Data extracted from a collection

=== Begin Enclosure ===

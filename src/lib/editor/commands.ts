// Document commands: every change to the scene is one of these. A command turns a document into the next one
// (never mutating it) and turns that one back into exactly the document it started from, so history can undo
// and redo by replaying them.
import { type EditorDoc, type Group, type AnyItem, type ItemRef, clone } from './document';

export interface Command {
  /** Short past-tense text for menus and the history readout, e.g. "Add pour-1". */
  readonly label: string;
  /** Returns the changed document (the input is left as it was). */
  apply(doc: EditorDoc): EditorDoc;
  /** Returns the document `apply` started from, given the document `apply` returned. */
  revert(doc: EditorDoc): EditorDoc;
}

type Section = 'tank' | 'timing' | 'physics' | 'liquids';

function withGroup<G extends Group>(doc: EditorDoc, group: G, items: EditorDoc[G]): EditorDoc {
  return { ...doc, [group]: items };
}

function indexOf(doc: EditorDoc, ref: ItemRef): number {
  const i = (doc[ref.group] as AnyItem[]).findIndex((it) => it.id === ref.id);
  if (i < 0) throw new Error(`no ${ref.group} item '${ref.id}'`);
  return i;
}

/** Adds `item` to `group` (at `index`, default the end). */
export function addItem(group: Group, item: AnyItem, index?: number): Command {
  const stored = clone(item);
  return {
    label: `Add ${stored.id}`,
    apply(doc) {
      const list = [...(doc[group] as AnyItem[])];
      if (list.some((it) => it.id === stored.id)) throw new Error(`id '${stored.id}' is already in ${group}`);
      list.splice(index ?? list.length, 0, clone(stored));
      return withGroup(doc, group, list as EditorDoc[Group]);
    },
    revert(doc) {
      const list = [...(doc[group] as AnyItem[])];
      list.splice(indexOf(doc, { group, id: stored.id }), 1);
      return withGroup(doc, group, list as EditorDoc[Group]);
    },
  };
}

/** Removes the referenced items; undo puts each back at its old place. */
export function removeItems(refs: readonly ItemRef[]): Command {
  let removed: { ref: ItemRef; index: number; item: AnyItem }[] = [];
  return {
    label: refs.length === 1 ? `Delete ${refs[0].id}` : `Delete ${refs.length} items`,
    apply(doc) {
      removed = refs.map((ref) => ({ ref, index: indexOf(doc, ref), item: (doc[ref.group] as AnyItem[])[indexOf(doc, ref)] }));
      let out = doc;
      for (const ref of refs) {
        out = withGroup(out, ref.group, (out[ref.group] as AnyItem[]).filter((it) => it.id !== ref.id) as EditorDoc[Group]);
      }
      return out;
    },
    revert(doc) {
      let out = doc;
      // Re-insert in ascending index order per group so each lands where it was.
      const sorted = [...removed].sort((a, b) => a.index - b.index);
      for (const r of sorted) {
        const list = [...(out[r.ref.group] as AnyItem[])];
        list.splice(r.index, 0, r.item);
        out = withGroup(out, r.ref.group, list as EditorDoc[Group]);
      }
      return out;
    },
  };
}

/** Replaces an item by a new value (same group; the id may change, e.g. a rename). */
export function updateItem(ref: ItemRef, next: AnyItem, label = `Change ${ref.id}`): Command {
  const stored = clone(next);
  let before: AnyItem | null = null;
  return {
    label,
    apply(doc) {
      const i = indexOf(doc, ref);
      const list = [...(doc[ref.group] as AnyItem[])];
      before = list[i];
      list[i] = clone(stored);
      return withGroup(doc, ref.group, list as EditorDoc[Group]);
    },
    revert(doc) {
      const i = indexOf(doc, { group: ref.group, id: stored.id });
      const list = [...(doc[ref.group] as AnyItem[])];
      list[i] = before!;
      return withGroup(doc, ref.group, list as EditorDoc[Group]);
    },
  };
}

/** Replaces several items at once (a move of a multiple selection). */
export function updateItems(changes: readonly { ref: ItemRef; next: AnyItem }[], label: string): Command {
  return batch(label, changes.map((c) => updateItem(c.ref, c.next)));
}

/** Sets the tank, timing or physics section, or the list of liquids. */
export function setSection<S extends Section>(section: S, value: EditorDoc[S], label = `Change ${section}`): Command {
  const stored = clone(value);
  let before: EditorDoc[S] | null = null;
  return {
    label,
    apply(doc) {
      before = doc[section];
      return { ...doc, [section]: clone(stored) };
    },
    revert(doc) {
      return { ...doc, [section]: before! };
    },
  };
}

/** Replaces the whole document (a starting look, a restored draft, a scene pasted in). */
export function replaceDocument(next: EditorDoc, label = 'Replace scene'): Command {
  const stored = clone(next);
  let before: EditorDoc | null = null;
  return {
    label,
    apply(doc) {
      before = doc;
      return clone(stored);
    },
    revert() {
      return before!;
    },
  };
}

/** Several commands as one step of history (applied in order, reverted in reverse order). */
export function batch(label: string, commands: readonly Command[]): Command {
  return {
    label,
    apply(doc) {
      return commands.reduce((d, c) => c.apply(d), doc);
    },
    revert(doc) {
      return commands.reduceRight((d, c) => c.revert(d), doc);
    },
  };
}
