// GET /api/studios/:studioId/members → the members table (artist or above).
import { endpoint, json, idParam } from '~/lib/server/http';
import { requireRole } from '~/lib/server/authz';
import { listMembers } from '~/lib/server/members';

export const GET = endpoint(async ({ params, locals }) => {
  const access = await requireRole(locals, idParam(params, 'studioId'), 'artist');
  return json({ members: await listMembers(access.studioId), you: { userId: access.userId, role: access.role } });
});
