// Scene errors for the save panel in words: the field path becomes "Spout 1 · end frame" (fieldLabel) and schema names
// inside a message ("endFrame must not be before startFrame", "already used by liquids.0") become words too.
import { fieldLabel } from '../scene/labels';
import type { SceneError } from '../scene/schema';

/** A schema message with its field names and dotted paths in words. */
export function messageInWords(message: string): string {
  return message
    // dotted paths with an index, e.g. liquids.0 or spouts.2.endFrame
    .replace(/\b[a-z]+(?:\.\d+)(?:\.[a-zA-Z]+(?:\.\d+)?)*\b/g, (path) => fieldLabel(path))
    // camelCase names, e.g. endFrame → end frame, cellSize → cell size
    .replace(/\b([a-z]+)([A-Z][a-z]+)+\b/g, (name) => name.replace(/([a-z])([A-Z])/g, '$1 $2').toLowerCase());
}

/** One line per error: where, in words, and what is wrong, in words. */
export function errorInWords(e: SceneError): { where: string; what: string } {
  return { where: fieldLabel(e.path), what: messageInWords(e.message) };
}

=== End Enclosure ===

● Work required: The answer must be a word-for-word reproduction of every record above.

● Expected output:
filename src/lib/editor/commands.ts
// Document commands: every change to the scene is one of these. A command turns a document into the next one
// (never mutating it) and turns that one back into exactly the document it started from, so history can undo
// and redo by replaying them.
import { type EditorDoc, type Group, type AnyItem, type ItemRef, clone } from './document';

export interface Command {
  /** Short past-tense text for menus and the history readout, e.g. "Add pour-1". */
  readonly label: string;
  /** Returns the changed document (the input is left as it was). */
  apply(doc: EditorDoc): EditorDoc;
  /** Returns the document `apply` started from, given the document `apply` returned. */
  revert(doc: EditorDoc): EditorDoc;
}

type Section = 'tank' | 'timing' | 'physics' | 'liquids';

function withGroup<G extends Group>(doc: EditorDoc, group: G, items: EditorDoc[G]): EditorDoc {
  return { ...doc, [group]: items };
}

function indexOf(doc: EditorDoc, ref: ItemRef): number {
  const i = (doc[ref.group] as AnyItem[]).findIndex((it) => it.id === ref.id);
  if (i < 0) throw new Error(`no ${ref.group} item '${ref.id}'`);
  return i;
}

/** Adds `item` to `group` (at `index`, default the end). */
export function addItem(group: Group, item: AnyItem, index?: number): Command {
  const stored = clone(item);
  return {
    label: `Add ${stored.id}`,
    apply(doc) {
      const list = [...(doc[group] as AnyItem[])];
      if (list.some((it) => it.id === stored.id)) throw new Error(`id '${stored.id}' is already in ${group}`);
      list.splice(index ?? list.length, 0, clone(stored));
      return withGroup(doc, group, list as EditorDoc[Group]);
    },
    revert(doc) {
      const list = [...(doc[group] as AnyItem[])];
      list.splice(indexOf(doc, { group, id: stored.id }), 1);
      return withGroup(doc, group, list as EditorDoc[Group]);
    },
  };
}

/** Removes the referenced items; undo puts each back at its old place. */
export function removeItems(refs: readonly ItemRef[]): Command {
  let removed: { ref: ItemRef; index: number; item: AnyItem }[] = [];
  return {
    label: refs.length === 1 ? `Delete ${refs[0].id}` : `Delete ${refs.length} items`,
    apply(doc) {
      removed = refs.map((ref) => ({ ref, index: indexOf(doc, ref), item: (doc[ref.group] as AnyItem[])[indexOf(doc, ref)] }));
      let out = doc;
      for (const ref of refs) {
        out = withGroup(out, ref.group, (out[ref.group] as AnyItem[]).filter((it) => it.id !== ref.id) as EditorDoc[Group]);
      }
      return out;
    },
    revert(doc) {
      let out = doc;
      // Re-insert in ascending index order per group so each lands where it was.
      const sorted = [...removed].sort((a, b) => a.index - b.index);
      for (const r of sorted) {
        const list = [...(out[r.ref.group] as AnyItem[])];
        list.splice(r.index, 0, r.item);
        out = withGroup(out, r.ref.group, list as EditorDoc[Group]);
      }
      return out;
    },
  };
}

/** Replaces an item by a new value (same group; the id may change, e.g. a rename). */
export function updateItem(ref: ItemRef, next: AnyItem, label = `Change ${ref.id}`): Command {
  const stored = clone(next);
  let before: AnyItem | null = null;
  return {
    label,
    apply(doc) {
      const i = indexOf(doc, ref);
      const list = [...(doc[ref.group] as AnyItem[])];
      before = list[i];
      list[i] = clone(stored);
      return withGroup(doc, ref.group, list as EditorDoc[Group]);
    },
    revert(doc) {
      const i = indexOf(doc, { group: ref.group, id: stored.id });
      const list = [...(doc[ref.group] as AnyItem[])];
      list[i] = before!;
      return withGroup(doc, ref.group, list as EditorDoc[Group]);
    },
  };
}

/** Replaces several items at once (a move of a multiple selection). */
export function updateItems(changes: readonly { ref: ItemRef; next: AnyItem }[], label: string): Command {
  return batch(label, changes.map((c) => updateItem(c.ref, c.next)));
}

/** Sets the tank, timing or physics section, or the list of liquids. */
export function setSection<S extends Section>(section: S, value: EditorDoc[S], label = `Change ${section}`): Command {
  const stored = clone(value);
  let before: EditorDoc[S] | null = null;
  return {
    label,
    apply(doc) {
      before = doc[section];
      return { ...doc, [section]: clone(stored) };
    },
    revert(doc) {
      return { ...doc, [section]: before! };
    },
  };
}

/** Replaces the whole document (a starting look, a restored draft, a scene pasted in). */
export function replaceDocument(next: EditorDoc, label = 'Replace scene'): Command {
  const stored = clone(next);
  let before: EditorDoc | null = null;
  return {
    label,
    apply(doc) {
      before = doc;
      return clone(stored);
    },
    revert() {
      return before!;
    },
  };
}

/** Several commands as one step of history (applied in order, reverted in reverse order). */
export function batch(label: string, commands: readonly Command[]): Command {
  return {
    label,
    apply(doc) {
      return commands.reduce((d, c) => c.apply(d), doc);
    },
    revert(doc) {
      return commands.reduceRight((d, c) => c.revert(d), doc);
    },
  };
}
// GET /api/studios/:studioId/members → the members table (artist or above).
import { endpoint, json, idParam } from '~/lib/server/http';
import { requireRole } from '~/lib/server/authz';
import { listMembers } from '~/lib/server/members';

export const GET = endpoint(async ({ params, locals }) => {
  const access = await requireRole(locals, idParam(params, 'studioId'), 'artist');
  return json({ members: await listMembers(access.studioId), you: { userId: access.userId, role: access.role } });
});
// Scene errors for the save panel in words: the field path becomes "Spout 1 · end frame" (fieldLabel) and schema names
// inside a message ("endFrame must not be before startFrame", "already used by liquids.0") become words too.
import { fieldLabel } from '../scene/labels';
import type { SceneError } from '../scene/schema';

/** A schema message with its field names and dotted paths in words. */
export function messageInWords(message: string): string {
  return message
    // dotted paths with an index, e.g. liquids.0 or spouts.2.endFrame
    .replace(/\b[a-z]+(?:\.\d+)(?:\.[a-zA-Z]+(?:\.\d+)?)*\b/g, (path) => fieldLabel(path))
    // camelCase names, e.g. endFrame → end frame, cellSize → cell size
    .replace(/\b([a-z]+)([A-Z][a-z]+)+\b/g, (name) => name.replace(/([a-z])([A-Z])/g, '$1 $2').toLowerCase());
}

/** One line per error: where, in words, and what is wrong, in words. */
export function errorInWords(e: SceneError): { where: string; what: string } {
  return { where: fieldLabel(e.path), what: messageInWords(e.message) };
}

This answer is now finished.